A program for causing a computer having arithmetic processing means to execute a gaze direction estimation process on a face in a target image area,
Capturing and acquiring image data corresponding to each pixel in a target image area of a plurality of frames including a human face area by a monocular imaging means;
A relative three-dimensional position between a plurality of feature points in the face area and the center of the eyeball is acquired in advance while a calibration image photographed by the photographing means is obtained while the human is looking at the photographing means. Identifying the relationship;
A projection position of the plurality of feature points is detected in the target image area photographed by the photographing means, and a relative three-dimensional relationship between the position of the human eyeball center and the feature points specified in advance during calibration is detected. Estimating a three-dimensional position of the human eyeball center based on a relative three-dimensional positional relationship between the plurality of feature points specified in the frame,
Extracting the iris center position at which the iris center is projected onto the image by matching the iris region with the iris shape model in the image region of the frame; and
A program for causing a computer to execute a step of estimating a gaze direction as a direction of a three-dimensional straight line connecting the eyeball center and the iris center based on the extracted iris center position and the projected position of the eyeball center.

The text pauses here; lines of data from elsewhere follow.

"""Routes: a GPX 1.1 track with times, read with gpxpy, and the position and
heading at every sample time (README, "Moving installs").

Between track points the position is interpolated linearly in latitude and
longitude (through the antimeridian too) and the heading is the great-circle
initial course from one point to the next (the forward azimuth on a sphere;
over track points metres to a few kilometres apart it differs from the WGS84
geodesic azimuth by well under a tenth of a degree).
"""

from __future__ import annotations

import math
import re
from datetime import timezone
from pathlib import Path

import numpy as np

from ..errors import InputError
from ..fileio import read_text
from .model import Route

MAX_ROUTE_POINTS = 200_000  # a day at a point a second, twice over (README, "Limits")
GAP_WARNING_S = 600.0  # more than 10 minutes between points: the position between is a straight guess
FAST_M_S = 250.0  # faster than this between points is not a road vehicle or a vessel: a bad point
_DOCTYPE = re.compile(r"<!DOCTYPE|<!ENTITY", re.IGNORECASE)
EARTH_RADIUS_M = 6_371_008.8  # mean Earth radius (IUGG), for distances along the route


def read_route(path: Path) -> Route:
    """The timed points of every track segment in a GPX file, in file order.
    Refused, with one line naming the file: not GPX, no track, a point without a
    time, fewer than two points, coordinates outside the globe, times that do not
    increase.  Warned: gaps of more than 10 minutes, implausible speeds."""
    where = str(path)
    text = read_text(path, "route file")
    if _DOCTYPE.search(text):
        raise InputError(f"{where}: a GPX file with a DOCTYPE or entity declarations is refused (GPX needs neither)")
    import gpxpy
    import gpxpy.gpx

    try:
        gpx = gpxpy.parse(text)
    except (gpxpy.gpx.GPXException, ValueError, TypeError, AttributeError, IndexError, KeyError,
            OverflowError, RecursionError) as exc:
        first = str(exc).splitlines()[0][:120] if str(exc) else type(exc).__name__
        raise InputError(f"{where}: not a GPX file gpxpy can read ({first})") from None
    points = [pt for track in gpx.tracks for seg in track.segments for pt in seg.points]
    if not points:
        raise InputError(f"{where}: no track points (a route is a GPX track, <trk><trkseg><trkpt>, with times)")
    if len(points) > MAX_ROUTE_POINTS:
        raise InputError(f"{where}: {len(points):,} track points, more than the limit of {MAX_ROUTE_POINTS:,}")
    times, lat, lon, ele = [], [], [], []
    for i, pt in enumerate(points, start=1):
        la, lo = _number(pt.latitude), _number(pt.longitude)
        if la is None or not -90.0 <= la <= 90.0:
            raise InputError(f"{where}: track point {i}: latitude {pt.latitude!r} is outside -90 to 90")
        if lo is None or not -180.0 <= lo <= 180.0:
            raise InputError(f"{where}: track point {i}: longitude {pt.longitude!r} is outside -180 to 180")
        if pt.time is None:
            raise InputError(f"{where}: track point {i} has no <time>: a route needs a time at every point "
                             "(record the track with times)")
        when = pt.time if pt.time.tzinfo is not None else pt.time.replace(tzinfo=timezone.utc)
        try:
            t = when.astimezone(timezone.utc).timestamp()
        except (OverflowError, ValueError, OSError):
            raise InputError(f"{where}: track point {i}: time {pt.time!r} is not a usable time") from None
        times.append(t)
        lat.append(la)
        lon.append(lo)
        e = _number(pt.elevation)
        ele.append(e if e is not None and -500.0 <= e <= 9000.0 else None)
    return checked_route(where, times, lat, lon, ele)


def checked_route(where: str, times: list, lat: list, lon: list, ele: list) -> Route:
    """A Route from timed points already in range: at least two, times increasing;
    warnings for gaps and implausible speeds."""
    if len(times) < 2:
        raise InputError(f"{where}: a single track point: a route needs at least two timed points")
    t = np.array(times)
    dt = np.diff(t)
    bad = np.flatnonzero(dt <= 0)
    if bad.size:
        k = int(bad[0]) + 1
        raise InputError(f"{where}: track point {k + 1}: its time is not after point {k}'s: times must increase")
    warnings = []
    gaps = np.flatnonzero(dt > GAP_WARNING_S)
    if gaps.size:
        k = int(gaps[0])
        warnings.append(f"route {Path(where).name}: {gaps.size} gap(s) of more than {GAP_WARNING_S / 60:g} min between "
                        f"track points (the first {dt[k] / 60:.0f} min after point {k + 1}): the position there "
                        "is a straight line between the points")
    dist = segment_lengths_m(np.array(lat), np.array(lon))
    speed = dist / dt
    fast = np.flatnonzero(speed > FAST_M_S)
    if fast.size:
        k = int(fast[0])
        warnings.append(f"route {Path(where).name}: {speed[k] * 3.6:,.0f} km/h between track points {k + 1} and {k + 2}: "
                        "check the track for a bad point")
    if not np.any(dist > 0):
        warnings.append(f"route {Path(where).name}: the track never moves: the heading is taken as 0° (north); "
                        "give platform.heading_deg instead")
    return Route(where, tuple(times), tuple(lat), tuple(lon), tuple(ele), tuple(warnings))


def route_from_json(where: str, doc) -> Route:
    """A route embedded in a report JSON (``report.inputs``): the same checks as a GPX file's."""
    if not isinstance(doc, dict):
        raise InputError(f"{where}: inputs.route: expected an object")
    cols = [doc.get(k) for k in ("times_s", "latitude_deg", "longitude_deg", "elevation_m")]
    if not all(isinstance(c, list) for c in cols) or len({len(c) for c in cols}) != 1:
        raise InputError(f"{where}: inputs.route: expected lists times_s, latitude_deg, longitude_deg, "
                         "elevation_m of one length")
    if len(cols[0]) > MAX_ROUTE_POINTS:
        raise InputError(f"{where}: inputs.route: more than the limit of {MAX_ROUTE_POINTS:,} points")
    times, lat, lon, ele = [], [], [], []
    for i, (t, la, lo, e) in enumerate(zip(*cols), start=1):
        t, la, lo = _number(t), _number(la), _number(lo)
        if t is None or la is None or lo is None or not (-90 <= la <= 90 and -180 <= lo <= 180 and abs(t) < 1e11):
            raise InputError(f"{where}: inputs.route: point {i}: expected a time and coordinates on the globe")
        e = _number(e)
        times.append(t)
        lat.append(la)
        lon.append(lo)
        ele.append(e if e is not None and -500.0 <= e <= 9000.0 else None)
    source = doc.get("source") if isinstance(doc.get("source"), str) else "route"
    route = checked_route(where, times, lat, lon, ele)
    return Route(source, route.times_s, route.latitude_deg, route.longitude_deg, route.elevation_m, route.warnings)


def route_json(route: Route) -> dict:
    """The route as report.inputs carries it (read back by route_from_json)."""
    return {"source": route.source, "times_s": list(route.times_s), "latitude_deg": list(route.latitude_deg),
            "longitude_deg": list(route.longitude_deg), "elevation_m": list(route.elevation_m)}


def _number(x) -> float | None:
    try:
        v = float(x)
    except (TypeError, ValueError, OverflowError):
        return None
    return v if math.isfinite(v) else None


def segment_lengths_m(lat_deg: np.ndarray, lon_deg: np.ndarray) -> np.ndarray:
    """Great-circle lengths (m) between consecutive points (haversine, spherical Earth)."""
    p, lo = np.radians(lat_deg), np.radians(lon_deg)
    dp, dl = np.diff(p), np.diff(lo)
    a = np.sin(dp / 2) ** 2 + np.cos(p[:-1]) * np.cos(p[1:]) * np.sin(dl / 2) ** 2
    return 2 * EARTH_RADIUS_M * np.arcsin(np.sqrt(np.clip(a, 0.0, 1.0)))


def courses_deg(lat_deg: np.ndarray, lon_deg: np.ndarray) -> np.ndarray:
    """Great-circle initial course (degrees clockwise from true north) from each
    point to the next; a leg of zero length takes the course of the leg before
    (or after, at the start; 0 if the track never moves)."""
    p, lo = np.radians(lat_deg), np.radians(lon_deg)
    dl = np.diff(lo)
    y = np.sin(dl) * np.cos(p[1:])
    x = np.cos(p[:-1]) * np.sin(p[1:]) - np.sin(p[:-1]) * np.cos(p[1:]) * np.cos(dl)
    c = np.degrees(np.arctan2(y, x)) % 360.0
    moving = segment_lengths_m(lat_deg, lon_deg) > 0
    if not moving.any():
        return np.zeros(c.size)
    idx = np.where(moving, np.arange(c.size), -1)
    idx = np.maximum.accumulate(idx)
    idx[idx < 0] = np.flatnonzero(moving)[0]
    return c[idx]


def route_at(route: Route, times_s: np.ndarray) -> tuple[np.ndarray, np.ndarray, np.ndarray, np.ndarray]:
    """(latitude, longitude, elevation or NaN, heading) at each time (UTC seconds);
    before the first point and after the last the platform is where the track
    starts or ends, with its first or last course."""
    t = np.asarray(route.times_s)
    lat, lon = np.asarray(route.latitude_deg), np.unwrap(np.asarray(route.longitude_deg), period=360.0)
    ele = np.array([np.nan if e is None else e for e in route.elevation_m])
    la = np.interp(times_s, t, lat)
    lo = (np.interp(times_s, t, lon) + 180.0) % 360.0 - 180.0
    good = np.isfinite(ele)
    el = np.interp(times_s, t[good], ele[good]) if good.any() else np.full(np.shape(times_s), np.nan)
    course = courses_deg(lat, np.asarray(route.longitude_deg))
    leg = np.clip(np.searchsorted(t, times_s, side="right") - 1, 0, course.size - 1)
    return la, lo, el, course[leg]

A program for causing a computer having arithmetic processing means to execute a gaze direction estimation process on a face in a target image area,
Capturing and acquiring image data corresponding to each pixel in a target image area including a human face area of an image of a frame by a monocular imaging means;
Obtaining an image photographed by the photographing means, normalizing the image, and specifying a relative three-dimensional positional relationship between a plurality of feature points in the face region;
The human eyeball center and the feature point identified by a frame photographed before the target frame are detected by detecting projection positions of the plurality of feature points in the target image region photographed by the photographing means. the relative three-dimensional positional relationship between the, based on the relative three-dimensional positional relationship between the plurality of feature points identified in the frame, estimates a three-dimensional position of the human eyeball center With steps,
In the estimation step, in the target image area including the human face area photographed by the photographing means, the iris area in the photographed image, the position of the eyeball center assumed in the face coordinate system, and the eyeball Estimating the position of the human eyeball center by matching with a projected iris model region calculated using a radius;
Extracting the iris center position at which the iris center is projected onto the image by matching the iris region with the iris shape model within the target image region of each of the frames;
A program for causing a computer to execute a step of estimating a gaze direction as a direction of a three-dimensional straight line connecting the eyeball center and the iris center based on the extracted iris center position and the eyeball center position.